EXTRACTED MATERIAL:
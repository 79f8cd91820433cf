/**
 * The "Change" column of the side-by-side view: for two numbers, the difference and the ratio (a context going from
 * 32,768 to 131,072 reads "+98,304 · ×4"); for anything else, whether the value was set, cleared or replaced.
 */
const grouped = new Intl.NumberFormat("en-US", { maximumSignificantDigits: 6 });
// Stored inputs are shown in full (15 digits is what a double keeps exactly), only grouped for reading.
const exact = new Intl.NumberFormat("en-US", { maximumSignificantDigits: 15 });

const signed = (n: number) => `${n > 0 ? "+" : n < 0 ? "−" : "±"}${grouped.format(Math.abs(n))}`;

export function fieldDelta(was: unknown, now: unknown): string {
  const absent = (v: unknown) => v === null || v === undefined;
  if (absent(was) && !absent(now)) return "set";
  if (!absent(was) && absent(now)) return "cleared";
  if (typeof was === "number" && typeof now === "number") {
    const diff = signed(now - was);
    // A ratio only means something between two non-zero figures of the same sign.
    if (was === 0 || now === 0 || Math.sign(was) !== Math.sign(now)) return diff;
    return `${diff} · ×${grouped.format(Number((now / was).toPrecision(4)))}`;
  }
  return "replaced";
}

/** A stored value in words for the table: absent is a dash, objects as compact JSON. */
export function showValue(v: unknown): string {
  if (v === null || v === undefined) return "—";
  if (typeof v === "number") return exact.format(v);
  return typeof v === "object" ? JSON.stringify(v) : String(v);
}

DIRECTIONS FOR THIS TASK:
Extract all lines from the material above that include the word "ratio".

SOLUTION TO THIS PROBLEM:
 * The "Change" column of the side-by-side view: for two numbers, the difference and the ratio (a context going from
    // A ratio only means something between two non-zero figures of the same sign.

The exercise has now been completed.